Estimados, disculpen que me meta, pero leí en el foro que las fuentes para amplificadores, con reguladores no son muy recomendables, ésta sería la excepción? Saludos y gracias!


----------



## Fogonazo (May 18, 2011)

elfutre2 dijo:


> Estimados, disculpen que me meta, pero leí en el foro que las fuentes para amplificadores, con reguladores no son muy recomendables, ésta sería la excepción? Saludos y gracias!



Aquí se esta ablando de fuentes para "*Pre*-Amplificadores"


----------



## judavepe (Jun 3, 2011)

La monté... el transformador es de 24 0 24, y a la salida del rectificador tengo 15 0 -24.... que podrá ser???


----------



## zopilote (Jun 3, 2011)

judavepe dijo:


> La monté... el transformador es de 24 0 24, y a la salida del rectificador tengo 15 0 -24.... que podrá ser???
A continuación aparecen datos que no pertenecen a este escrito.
/**
 * The model's `dynamics` object in the editor (model format: "Dynamics"),
 * typed here until the shared model type has it: a new one with places that
 * make sense, a new excitation, the orders as a list typed in one field, the
 * margin as a percentage. Pure: every function returns new values; the panel
 * sends them up as `sn-edit` events, so undo works as for any other edit.
 */
import type { EditModel } from './model-edits.js';
import { nextId } from './model-edits.js';

/** An excitation: a harmonic torque of `order` × the reference speed at a point. */
export interface ExcitationRow { id: string; shaft: string; at: unknown; amplitude: unknown; order: number }

/** The `dynamics` object as the editor holds it (values as typed). */
export interface DynamicsInput {
  modes?: number;
  maxFrequency?: unknown;
  speed?: { shaft: string; min: unknown; max: unknown };
  orders?: number[];
  margin?: number;
  damping?: number;
  excitations?: ExcitationRow[];
}

/** The model's dynamics, or undefined when it has none. */
export function dynamicsOf(model: EditModel | null): DynamicsInput | undefined {
  return (model as { dynamics?: DynamicsInput } | null)?.dynamics;
}

/**
 * A new dynamics object: the six lowest modes (the contract's default), the
 * first shaft running 600 to 1800 rpm, orders 1 and 2, a ±10 % margin and a
 * damping ratio of 0.02 (common practice for steel drivetrains, no source:
 * the user must supply their own estimate). No excitation: none is assumed.
 */
export function newDynamics(model: EditModel): DynamicsInput {
  return {
    modes: 6,
    speed: { shaft: model.shafts[0]?.id ?? '', min: '600 rpm', max: '1800 rpm' },
    orders: [1, 2],
    margin: 0.1,
    damping: 0.02,
  };
}

/** A new excitation on the reference shaft (else the first), at z = 0, of order 1. */
export function newExcitation(model: EditModel, dyn: DynamicsInput): ExcitationRow {
  const used = (dyn.excitations ?? []).map((e) => e.id);
  return { id: nextId('E', used), shaft: dyn.speed?.shaft ?? model.shafts[0]?.id ?? '', at: 0, amplitude: '10 N*m', order: 1 };
}

/** The excitations with one added at `index` (default the end). */
export function withExcitation(model: EditModel, dyn: DynamicsInput, index?: number): ExcitationRow[] {
  const list = dyn.excitations ?? [];
  const at = index === undefined ? list.length : Math.max(0, Math.min(index, list.length));
  return [...list.slice(0, at), newExcitation(model, dyn), ...list.slice(at)];
}

/** The excitations without the one at `index`; undefined (the field goes) when none is left. */
export function withoutExcitation(dyn: DynamicsInput, index: number): ExcitationRow[] | undefined {
  const next = (dyn.excitations ?? []).filter((_, i) => i !== index);
  return next.length ? next : undefined;
}

/** The orders as one field shows them: "1, 2, 4". */
export function ordersText(orders: readonly number[] | undefined): string {
  return (orders ?? []).join(', ');
}

/**
 * Orders typed in one field ("1, 2, 4", spaces or commas between): each a
 * positive number (half orders are real: a four-stroke engine's), or a problem.
 */
export function parseOrders(text: string): { value: number[] | undefined; problem?: string } {
  const parts = text.split(/[\s,;]+/).filter((p) => p !== '');
  if (parts.length === 0) return { value: undefined };
  const out: number[] = [];
  for (const p of parts) {
    const n = Number(p);
    if (!/^[+-]?(?:\d+(?:\.\d*)?|\.\d+)(?:[eE][+-]?\d+)?$/.test(p) || !Number.isFinite(n) || n <= 0) {
      return { value: undefined, problem: `"${p}" is not an order: give positive numbers, e.g. "1, 2, 4"` };
    }
    out.push(n);
  }
  return { value: out };
}

/** The margin (a fraction) as a percentage to show: 0.1 → "10". */
export function marginText(margin: number | undefined): string {
  return margin === undefined ? '' : String(Number((margin * 100).toPrecision(10)));
}

/** A percentage typed → the margin fraction, or a problem; empty removes it. */
export function parseMargin(text: string): { value: number | undefined; problem?: string } {
  const t = text.trim().replace(/%$/, '').trim();
  if (t === '') return { value: undefined };
  const n = Number(t);
  if (!/^[+-]?(?:\d+(?:\.\d*)?|\.\d+)(?:[eE][+-]?\d+)?$/.test(t) || !Number.isFinite(n) || n < 0) {
    return { value: undefined, problem: `"${text.trim()}" is not a percentage (0 or more)` };
  }
  return { value: Number((n / 100).toPrecision(12)) };
}

/** Which way the number of modes is given: the lowest N, or every mode up to a frequency. */
export type ModesBy = 'count' | 'upTo';

export function modesBy(dyn: DynamicsInput): ModesBy {
  return dyn.maxFrequency !== undefined ? 'upTo' : 'count';
}

/** The dynamics switched to the other way of giving modes (the other field goes). */
export function switchModesBy(dyn: DynamicsInput, by: ModesBy): DynamicsInput {
  const { modes, maxFrequency, ...rest } = dyn;
  return by === 'upTo' ? { ...rest, maxFrequency: maxFrequency ?? '500 Hz' } : { ...rest, modes: modes ?? 6 };
}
 Las causas pueden ser que el transformador que utilizaste fue mal construido, saca del circuito rectificador y mide sus voltajes en alterna. Lo otro podria se que el condensador que colocaste no serviria por eso esas lecturas, lo que yo mediria sería unos +-30vdc  en las salidas sin carga.


----------



## judavepe (Jun 3, 2011)

Ya lo solucioné... gracias.... era el 7915 que me salió malo....


----------



## manuu_bsb (Ago 6, 2011)

Buen dia a todos: Disculpen, pero cuando abro el archivo .rar, al hacer click en el archivo pcb.pdf me abre la imagen pero el circuito que me aparece no es el de la fuente. Puede ser que haya sido mal subido?

Desde ya, muchas gracias a todos y que tengan un buen fin de semana!


----------



## cejas99 (Ago 7, 2011)

manuu_bsb dijo:


> Buen dia a todos: Disculpen, pero cuando abro el archivo .rar, al hacer click en el archivo pcb.pdf me abre la imagen pero el circuito que me aparece no es el de la fuente. Puede ser que haya sido mal subido?
> 
> Desde ya, muchas gracias a todos y que tengan un buen fin de semana!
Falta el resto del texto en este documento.